India, U.S. walk a tightrope on China

Modi emphasises improvement in ties with China; top U.S. officials set to visit Beijing for dialogue

June 04, 2016 11:28 pm | Updated December 04, 2021 11:02 pm IST - Washington:

U.S. Secretary of State John Kerry with Chinese President Xi Jinping in Beijing in May 2015.

U.S. Secretary of State John Kerry with Chinese President Xi Jinping in Beijing in May 2015.

China has been a constant factor in the India-U.S. ties, but the delicate balancing act that both countries play in dealing with the Asian giant will be unmistakable when Prime Minister Narendra Modi meets U.S. President Barack Obama in Washington on June 8.

For one, when Mr. Modi takes off for the U.S., a battery of American officials led by Secretary of State John Kerry and Secretary of the Treasury Jacob J. Lew will be headed to Beijing for interactions with Chinese State Councilor Yang Jiechi and Vice-Premier Wang Yang.

The eighth edition of the U.S.-China Strategic and Economic Dialogue on June 5-7 will have representatives from 20 U.S. departments and agencies travelling to Beijing.

No Cold War

There were 3,00,000 Chinese students in the U.S. last year, a three-fold increase from Mr. Obama’s first year in office. The administration has also launched a programme to train a million new Mandarin speakers in the U.S. The Obama administration is eager to ensure that the lingering tensions between the two countries do not crystallise into a new Cold War.

That is the concern that China is playing on. “This is Cold War mentality,” a Chinese spokesperson responded to U.S. Defence Secretary Ash Carter’s observation in Singapore that China’s behaviour in the South China Sea could lead to its isolation.

Earlier in the week, U.S. Assistant Secretary of State Daniel R. Russel said of the China legacy that Mr.
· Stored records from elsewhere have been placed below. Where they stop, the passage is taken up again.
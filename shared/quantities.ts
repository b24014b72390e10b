import { readNumber } from './written-number.js';

/**
 * Reads quantities as people write them (`0,5`, `12 mm`, `½`, `20 %`, `104 F`) into the unit that a field stores.
 * Nothing here throws: what cannot be read comes back with a message in the user’s words.
 */

/** `unit` is what the document stores, `shown` what a bare number means and an answer is shown in; shown = stored × `perUnit`. */
interface Quantity {
  unit: string;
  shown: string;
  perUnit: number;
  /** “a length”, as messages say it. */
  noun: string;
  /** Units offered when the typed one does not fit. */
  examples: string;
}

export const quantities = {
  length: { unit: 'm', shown: 'mm', perUnit: 1000, noun: 'a length', examples: 'mm, cm, m or in' },
  altitude: { unit: 'm', shown: 'm', perUnit: 1, noun: 'an altitude', examples: 'm or ft' },
  temperature: { unit: '°C', shown: '°C', perUnit: 1, noun: 'a temperature', examples: '°C, °F or K' },
  power: { unit: 'W', shown: 'W', perUnit: 1, noun: 'a power', examples: 'W or mW' },
  current: { unit: 'A', shown: 'A', perUnit: 1, noun: 'a current', examples: 'A or mA' },
  area: { unit: 'm²', shown: 'mm²', perUnit: 1e6, noun: 'an area', examples: 'mm², cm² or m²' },
  speed: { unit: 'm/s', shown: 'm/s', perUnit: 1, noun: 'a speed', examples: 'm/s or km/h' },
  angle: { unit: '°', shown: '°', perUnit: 1, noun: 'an angle', examples: '°' },
  flow: { unit: 'm³/s', shown: 'l/s', perUnit: 1000, noun: 'a flow', examples: 'l/s or m³/h' },
  pressure: { unit: 'Pa', shown: 'Pa', perUnit: 1, noun: 'a pressure', examples: 'Pa or mbar' },
  arealResistance: {
    unit: 'K m²/W',
    shown: 'K cm²/W',
    perUnit: 1e4,
    noun: 'a resistance of an area',
    examples: 'K cm²/W',
  },
  irradiance: { unit: 'W/m²', shown: 'W/m²', perUnit: 1, noun: 'an irradiance', examples: 'W/m²' },
  share: { unit: '', shown: '%', perUnit: 100, noun: 'a share', examples: '%' },
  count: { unit: '', shown: '', perUnit: 1, noun: 'a number', examples: 'a bare number' },
} as const satisfies Record<string, Quantity>;

export type QuantityKind = keyof typeof quantities;

/** Converts between units written plainly (`degC`, `W/m^2`); see units.ts. */
export type UnitConverter = (value: number, from: string, to: string) => number | 'unknown-unit' | 'does-not-fit';

export type QuantityReading =
  | { status: 'empty' }
  /** The person wrote that it is not known. */
  | { status: 'unknown' }
  /** A unit that needs the conversion table, which is not there yet. */
  | { status: 'waiting' }
  | { status: 'read'; value: number; understood: string; note?: string }
  | { status: 'unclear'; message: string };

const unknownWords = /^(\?+|-|–|unknown|not known|don[’']?t know|dont know|no idea|n\/a|k\.?\s?a\.?)$/i;

/** What people write for a unit, as the conversion table has it. Prefixes of W and A keep their case: mW is not MW. */
const written: Record<string, string> = {
  mm: 'mm',
  cm: 'cm',
  dm: 'dm',
  km: 'km',
  in: 'in',
  'in.': 'in',
  '"': 'in',
  '”': 'in',
  '″': 'in',
  inch: 'in',
  inches: 'in',
  zoll: 'in',
  ft: 'ft',
  "'": 'ft',
  '’': 'ft',
  '′': 'ft',
  feet: 'ft',
  thou: 'mil',
  watts: 'W',
  watt: 'W',
  amp: 'A',
  amps: 'A',
  ampere: 'A',
  amperes: 'A',
  milliamps: 'mA',
  metre: 'm',
  metres: 'm',
  meter: 'm',
  meters: 'm',
  millimetre: 'mm',
  millimetres: 'mm',
  millimeter: 'mm',
  millimeters: 'mm',
  centimetre: 'cm',
  centimetres: 'cm',
  percent: '%',
  'per cent': '%',
  pct: '%',
};

/** Single letters that mean something else to the conversion table (farad, coulomb). */
const writtenTemperature: Record<string, string> = {
  c: 'degC',
  '°': 'degC',
  '°c': 'degC',
  '℃': 'degC',
  deg: 'degC',
  degc: 'degC',
  'deg c': 'degC',
  degrees: 'degC',
  'degrees c': 'degC',
  celsius: 'degC',
  'degrees celsius': 'degC',
  f: 'degF',
  '°f': 'degF',
  '℉': 'degF',
  degf: 'degF',
  'deg f': 'degF',
  'degrees f': 'degF',
  fahrenheit: 'degF',
  'degrees fahrenheit': 'degF',
  k: 'K',
  kelvin: 'K',
};

const superscripts: Record<string, string> = { '²': '^2', '³': '^3', '⁻': '^-' };

/** A unit as typed, in plain signs. */
function plainUnit(typed: string, kind: QuantityKind): string {
  const lower = typed.toLowerCase();
  if (kind === 'temperature') {
    return writtenTemperature[lower.replace(/^°\s+/, '°')] ?? writtenTemperature[lower.replace(/\s+/g, ' ')] ?? typed;
  }
  return (written[lower] ?? typed)
    .replace(/[µμ]/g, 'u')
    .replace(/[ΩΩ]/g, 'ohm')
    .replace(/°C/g, 'degC')
    .replace(/[²³⁻]/g, (sign) => superscripts[sign] ?? sign)
    .replace(/[·×]/g, '*');
}

/** Shares need no conversion table: `20 %`, or a bare `0.2` that can only be meant as a share. */
function readShare(value: number, unit: string, bare: boolean): { value: number; note?: string } | null {
  if (unit === '%') return { value: value / 100 };
  if (!bare) return null;
  if (Math.abs(value) <= 1 && value !== 0) {
    return { value, note: `read as a share of the whole; for less than one in a hundred write “${String(value)} %”` };
  }
  return { value: value / 100 };
}

/** A stored value as a person reads it: `12 mm`, `40 °C`, `20 %`. */
export function formatQuantity(value: number, kind: QuantityKind): string {
  const { shown, perUnit } = quantities[kind];
  const number = formatNumber(value * perUnit);
  return shown === '' ? number : `${number}\u00a0${shown}`;
}

/** At most six significant figures, a true minus sign. */
export function formatNumber(value: number): string {
  const rounded = Number(value.toPrecision(6));
  return String(rounded === 0 ? 0 : rounded).replace(/-/g, '−');
}

/** A stored value as text to edit: as `formatQuantity`, with signs that a keyboard has. */
export function editableQuantity(value: number, kind: QuantityKind): string {
  return formatQuantity(value, kind).replace('\u00a0', ' ').replace('−', '-');
}

function convert(
  value: number,
  typedUnit: string,
  kind: QuantityKind,
  converter: UnitConverter | undefined,
): { value: number; note?: string } | { waiting: true } | { message: string } {
  const { unit, perUnit, noun, examples, shown } = quantities[kind];
  const bare = typedUnit === '';
  const plain = plainUnit(typedUnit, kind);
  if (kind === 'share') {
    const share = readShare(value, plain, bare);
    return share ?? { message: `“${typedUnit}” does not fit ${noun}: write it in ${examples}` };
  }
  if (bare) return { value: value / perUnit };
  if (kind === 'count') return { message: `A bare number is meant here, without “${typedUnit}”` };
  const stored = plainUnit(unit, kind);
  if (plain === plainUnit(shown, kind)) return { value: value / perUnit };
  if (plain === stored) return { value };
  if (plain === '%') return { message: `“%” does not fit ${noun}: write it in ${examples}` };
  if (!converter) return { waiting: true };
  const converted = converter(value, plain, stored);
  if (converted === 'unknown-unit') {
    return { message: `The unit “${typedUnit}” is not known: write ${noun} in ${examples}` };
  }
  if (converted === 'does-not-fit') return { message: `“${typedUnit}” is not ${noun}: write it in ${examples}` };
  return { value: converted };
}

/**
 * Reads one typed quantity into its stored unit.
 *
 * @param text as typed or pasted
 * @param kind which quantity the field holds
 * @param converter for units other than the field’s own; without it such a reading comes back as `waiting`
 */
export function readQuantity(text: string, kind: QuantityKind, converter?: UnitConverter): QuantityReading {
  const trimmed = text.replace(/[\u00a0\u2009\u202f]/g, ' ').trim();
  if (trimmed === '') return { status: 'empty' };
  if (unknownWords.test(trimmed)) return { status: 'unknown' };
  const number = readNumber(trimmed);
  if ('message' in number) return { status: 'unclear', message: number.message };
  if (/^(±|\+\/-)/.test(number.rest)) {
    return { status: 'unclear', message: 'One value is meant here, without its tolerance' };
  }
  if (/^(-|–|\.\.|…|to\b)\s*\d/.test(number.rest)) {
    return { status: 'unclear', message: 'One value is meant here, not a range: give the worse end' };
  }
  const leftover = /\d/.exec(number.rest.replace(/[a-zΩµμ)²³]\^?-?\d/gi, ''));
  if (leftover) return { status: 'unclear', message: `“${trimmed}” is more than one number: give one value` };
  const converted = convert(number.value, number.rest, kind, converter);
  if ('message' in converted) return { status: 'unclear', message: converted.message };
  if ('waiting' in converted) return { status: 'waiting' };
  if (!Number.isFinite(converted.value)) return { status: 'unclear', message: 'This number is too large' };
  const note = [number.note, converted.note].filter((words) => words !== undefined).join('; ');
  return {
    status: 'read',
    // Twelve figures: enough for any wall, and no 0.0024000000000000002 in the document.
    value: Number(converted.value.toPrecision(12)),
    understood: formatQuantity(converted.value, kind),
    ...(note === '' ? {} : { note }),
  };
}

/** A checker’s message with its lengths in the field’s own unit: “at least 0.0001 m” becomes “at least 0.1 mm”. */
export function inFieldUnit(message: string, kind: QuantityKind): string {
  const { unit, shown, perUnit } = quantities[kind];
  if (perUnit === 1) return message;
  const end =
    unit === '' ? '(?<=(?:at least|at most|than) )(-?[\\d.]+(?:e[+-]?\\d+)?)$' : `(-?[\\d.]+(?:e[+-]?\\d+)?) ${unit}$`;
  const pattern = new RegExp(end);
  return message.replace(pattern, (_, number: string) => `${formatNumber(Number(number) * perUnit)} ${shown}`);
}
Obama wants to leave behind: “One of the real accomplishments of the Obama administration with regard to China has been the creation of a relationship that can handle both significant friction and global if not galactic-scale cooperation… the ability of the U.S. and China to deal with and to manage problem areas without coming to blows and without developing the kind of strategic rivalry that creates an absolute Cold War, zero-sum dynamic.”

While tensions repeatedly crop up — last month in Vietnam, Mr. Obama spoke of “big countries trying to bully small neighbours — the U.S. has roped in China in several international initiatives, the Paris climate conference and the Iranian nuclear deal being the most successful examples.

Reining in North Korea

This week in Beijing, on top of the agenda of the dialogue will be reining in North Korea’s nuclear adventurism. China and the U.S. cooperated in the UN for stricter sanctions against North Korea, but the U.S. believes China can do more on this front. “China is a co-author of the toughest sanctions ever levied on North Korea, and by its own declaration is determined to implement them fully… the S&ED provides a platform for that.”

U.S. officials say there will be “candid discussions” on China’s maritime behaviour and cyber threats this week.

Mr. Modi himself sought to downplay the prevalent notion of an India-U.S. axis against China in his interview to TheWall Street Journal last week. Asked how he saw India’s relations with the U.S. in terms of China, the Prime Minister said: “There was an age when the world was divided into two camps. That is not true anymore. Today, the whole world is interdependent. Even if you look at the relationship between China and the U.S., there are areas where they have substantial differences but there are also areas where they have worked closely. That’s the new way.”

Mr. Modi also said the “general impression that exists is not the reality” of India-China relations: “We don’t have any fighting with China today. We have a boundary dispute, but there is no tension or clashes. People-to-people contacts have increased. Trade has increased. Chinese investment in India has gone up. India’s investment in China has grown.”